52. A system, comprising: a processing chamber that comprises, or is capable of receiving at least a portion of, a solid support when the solid support is in contact with a mixture that comprises tetrameric neuraminidase (NA) and monomeric NA molecules of an influenza virus under a set of conditions, which solid support comprises: a second recognition moiety attached to a surface of the solid support; an NA binding agent that comprises at least one tetrameric NA binding moiety conjugated to at least a first recognition moiety, wherein the first recognition moiety is bound to the second recognition moiety; and at least one of the tetrameric NA bound to the tetrameric NA binding moiety to form a bound tetrameric NA molecule, wherein the at least one tetrameric NA binding moiety comprises oseltamivir phosphate or a tetrameric NA binding portion thereof, wherein the NA binding agent is structured to substantially only bind to the tetrameric NA under the set of conditions, and wherein the NA binding agent is structured to remain substantially unbound to monomeric NA molecules under the set of conditions; a fluidic material handling component that fluidly communicates with the processing chamber and at least one fluidic material source; and, a controller that is operably connected, or connectable, at least to the fluidic material handling component, wherein the controller comprises, or is capable of accessing, computer readable media comprising non-transitory computer executable instructions which, when executed by at least one electronic processor, perform at least: conveying at least one fluidic material from the fluidic material source to the processing chamber using the fluidic material handling component.

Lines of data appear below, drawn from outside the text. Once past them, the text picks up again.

//! Gathers findings and merges those of one code at one place as they come, so that a cue played a million times costs one.

use crate::finding::{Code, Finding, Place, Severity};
use std::collections::BTreeMap;

/// Findings so far.
#[derive(Debug, Default)]
pub(super) struct Gather {
    findings: Vec<Finding>,
    /// Where each stands.
    known: BTreeMap<(Code, Severity, Place), usize>,
}

impl Gather {
    /// Counts a finding once more, or makes it where it is new.
    pub(super) fn note(
        &mut self,
        code: Code,
        severity: Severity,
        place: Place,
        make: impl FnOnce() -> Finding,
    ) {
        match self.known.get(&(code, severity, place)) {
            Some(&index) => {
                if let Some(finding) = self.findings.get_mut(index) {
                    finding.count += 1;
                }
            }
            None => {
                self.known
                    .insert((code, severity, place), self.findings.len());
                self.findings.push(make());
            }
        }
    }

    /// Adds a finding that is already made.
    pub(super) fn add(&mut self, finding: Finding) {
        self.note(finding.code, finding.severity, finding.place, || {
            finding.clone()
        });
    }

    /// Everything found.
    pub(super) fn into_findings(self) -> Vec<Finding> {
        self.findings
    }
}
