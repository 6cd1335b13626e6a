//! The exact line against plain division, on both of its paths.

use num_bigint::BigInt;
use num_integer::Integer;
use num_traits::ToPrimitive;
use phasewright::exact::line::{Line, Ring};
use phasewright::exact::{Rational, ratio, whole};
use proptest::prelude::{ProptestConfig, any, proptest};
use proptest::test_runner::RngSeed;

/// ⌊(start + n·step)·scale + offset⌋ by one exact division: the definition itself.
fn defined(
    start: &Rational,
    step: &Rational,
    scale: &Rational,
    offset: &Rational,
    n: u64,
) -> BigInt {
    let value = (start + step * whole(n.into())) * scale + offset;
    value.numer().div_floor(value.denom())
}

proptest! {
    #![proptest_config(ProptestConfig {
        cases: 300,
        rng_seed: RngSeed::Fixed(11),
        failure_persistence: None,
        ..ProptestConfig::default()
    })]

    #[test]
    fn every_tick_is_the_floor_of_the_exact_value(
        start in any::<(i64, u32)>(),
        step in any::<(i64, u64)>(),
        scale in 1_u64..1 << 40,
        jump in 0_u64..1 << 40,
    ) {
        let start = ratio(start.0.into(), i128::from(start.1) + 1);
        let step = ratio(step.0.into(), i128::from(step.1) + 1);
        let (scale, offset) = (whole(scale.into()), ratio(1, 2));
        let mut narrow = Line::new(&start, &step, &scale, &offset);
        let mut wide = Line::wide(&start, &step, &scale, &offset);
        let modulus = 1_000_000_000_000;
        let mut ring = Ring::new(&start, &step, &scale, &offset, modulus);
        let mut wide_ring = Ring::of(wide.clone(), modulus);
        for n in (0..40).chain(jump..jump + 40) {
            if n == jump {
                narrow.jump(jump);
                wide.jump(jump);
                ring.jump(jump);
                wide_ring.jump(jump);
            }
            let wanted = defined(&start, &step, &scale, &offset, n);
            let on_ring = wanted.mod_floor(&BigInt::from(modulus)).to_u64().unwrap();
            // i64 · 2⁴⁰ · 2⁴¹ ticks may pass 128 bits, where a line wraps round.
            if let Some(wanted) = wanted.to_i128() {
                assert_eq!(narrow.value(), wanted, "narrow at {n}");
                assert_eq!(wide.value(), wanted, "wide at {n}");
            }
            assert_eq!(ring.value(), on_ring, "ring at {n}");
            assert_eq!(wide_ring.value(), on_ring, "wide ring at {n}");
            narrow.advance();
            wide.advance();
            ring.advance();
            wide_ring.advance();
        }
    }
}

#[test]
fn a_denominator_past_127_bits_takes_the_wide_path_and_stays_exact() {
    // Coprime denominators whose product has about 190 bits.
    let start = ratio(1, (1 << 94) - 3);
    let step = ratio(-5, (1 << 96) + 7) + ratio(1, 3);
    let (scale, offset) = (whole(4096), ratio(1, 2));
    let mut line = Line::new(&start, &step, &scale, &offset);
    for n in 0..100 {
        assert_eq!(
            BigInt::from(line.value()),
            defined(&start, &step, &scale, &offset, n)
        );
        line.advance();
    }
    line.jump(36_000_000_000);
    assert_eq!(
        BigInt::from(line.value()),
        defined(&start, &step, &scale, &offset, 36_000_000_000)
    );
}

#[test]
fn ten_thousand_hours_do_not_drift() {
    // 10 000 h at 1 ms and 9000 rpm in the ratio 7:−3: tick by tick for a while, then at the end.
    let step = ratio(-3 * 150, 7 * 1000);
    let (scale, offset) = (whole(4096), ratio(1, 2));
    let mut line = Line::new(&ratio(1, 12), &step, &scale, &offset);
    for n in 0..100_000 {
        if n % 997 == 0 {
            assert_eq!(
                BigInt::from(line.value()),
                defined(&ratio(1, 12), &step, &scale, &offset, n)
            );
        }
        line.advance();
    }
    let last = 36_000_000_000;
    line.jump(last);
    assert_eq!(
        BigInt::from(line.value()),
        defined(&ratio(1, 12), &step, &scale, &offset, last)
    );
}
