//! Rows and the forms they are written in.
#![allow(
    clippy::unwrap_used,
    clippy::expect_used,
    clippy::indexing_slicing,
    clippy::panic,
    clippy::print_stderr,
    missing_docs
)]

mod bytes;
mod closed_forms;
mod columns;
mod line;
mod plans;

53. The system of claim 52, further comprising: a detection component operably connected, or connectable, to the controller, wherein the instructions further perform at least: detecting the bound tetrameric NA molecule.

54. The system of claim 52 or 53, wherein the detection component comprises: an electromagnetic radiation source configured to convey electromagnetic radiation at least to the solid support; and, an electromagnetic radiation detector configured to detect one or more interference patterns, or changes therein, of the electromagnetic radiation conveyed to the solid support.

55. The system of any one of claims 52-54, wherein the instructions further perform at least: conveying at least one binding buffer from at least a first fluidic material source to the processing chamber one or more times to substantially remove any unbound tetrameric NA, the monomeric NA molecules, and/or other reagents or compounds through at least one outlet of the processing chamber to produce a washed bound tetrameric NA molecule in the processing chamber; and, conveying at least one elution buffer from at least a second fluidic material source to the processing chamber one or more times to elute the washed bound tetrameric NA molecule from the NA binding agent through the outlet of the processing chamber to produce a purified tetrameric NA.